I like to be up in mine about 45-30min before daylight. I used to go about an hour or more but it gets too boring I think. Also I'v had bucks chasing does running around me real early. I know because I turn my flashlight on and watch them. Doesnt seem to bother them at all but they are always gone by light.


----------



## ScottS71 (May 1, 2006)

I usually get in my tree about 1-1 1/2 hr before daylight.


----------



## neznarf (Aug 29, 2005)

"Tree Lounge" I sleep there!


----------



## Midlife Crisis (Mar 24, 2004)

Legal light for me is 30 minutes before sunrise. I try to get into the stand 30 minutes before that (so 1 hour ahead of sunrise). I've bumped deer on the way into the stand - but they would not have stuck around long enough to be in the area when legal light arrived, so no big problem. They'll be there another time.

I walk in stutter-stepped so I don't sound like a human with a steady pace. That seems to help. While in the stand I also tie a small rope firmly around my chest and the tree while it is dark - just in case I fall asleep - I don't want to test my harness and Summit Climbing System.


----------



## Chupacabra (Jul 10, 2006)

I'm in the tree a minimum of an hour and a half before first light. I've had deer milling around me twice in the dark that I got a shot at when legal shooting hours finally arrived.
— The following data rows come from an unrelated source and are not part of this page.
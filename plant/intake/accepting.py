"""Terms of a load that a supervisor may set aside with a reason: its age and its strength. Pure but for what is stated."""

from __future__ import annotations

import datetime as dt

from plant.stock import models
from plant.works.stated import Stated


def outside_terms(stated: Stated, delivery: models.Delivery, today: dt.date) -> list[str]:
    """What is not as stated; empty where the load is as it should be, or nothing is stated of it."""
    product = stated.value("product", delivery.product, delivery.taken_at) or {}
    found = []
    shelf_life = product.get("shelf_life_days")
    if shelf_life is not None and delivery.manufactured_on is not None:
        age = (today - delivery.manufactured_on).days
        if age > float(shelf_life):
            found.append(f"The lot is {age} days old; its shelf life is {float(shelf_life):g} days.")
    basis = delivery.strength_basis or product.get("strength_basis")
    if delivery.strength is not None and basis == product.get("strength_basis"):
        low, high = product.get("accepted_strength_low"), product.get("accepted_strength_high")
        words = str(basis).replace("_", " ")
        if low is not None and delivery.strength < float(low):
            found.append(f"The certificate says {delivery.strength:g} ({words}); at least {float(low):g} is accepted.")
        if high is not None and delivery.strength > float(high):
            found.append(f"The certificate says {delivery.strength:g} ({words}); at most {float(high):g} is accepted.")
    return found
It probably wouldn't have happened if I'd gone out any later.


----------



## AK in PA (Nov 30, 2002)

Being fully set up and waiting an hour or two or more before first light is an "ideal". But practically, I get burned out quickly on frequent 2 or 3am alarm clocks times. (I hunt alot.) I find I'm more productive and alert, and hunt more often when I shoot for a 15 minute before crack of dawn start time, generally. But if your hunting time is limited to just a few saturdays each year, and burnout factor isn't an issue, then you might do better to go for the early start time.


----------



## ashx2 (Jun 26, 2005)

I'm in my stand 1 hour prior to dawn. I usually tighten my tether on my safety harness and hook a secondary safety belt to myself and the tree trunk and catch a little shut-eye. When I can hear the feeder in the distance go off.....it's game-on time. I shake the cobwebs from my head, remove the secondary belt, loosen the tether, and start watching the trails.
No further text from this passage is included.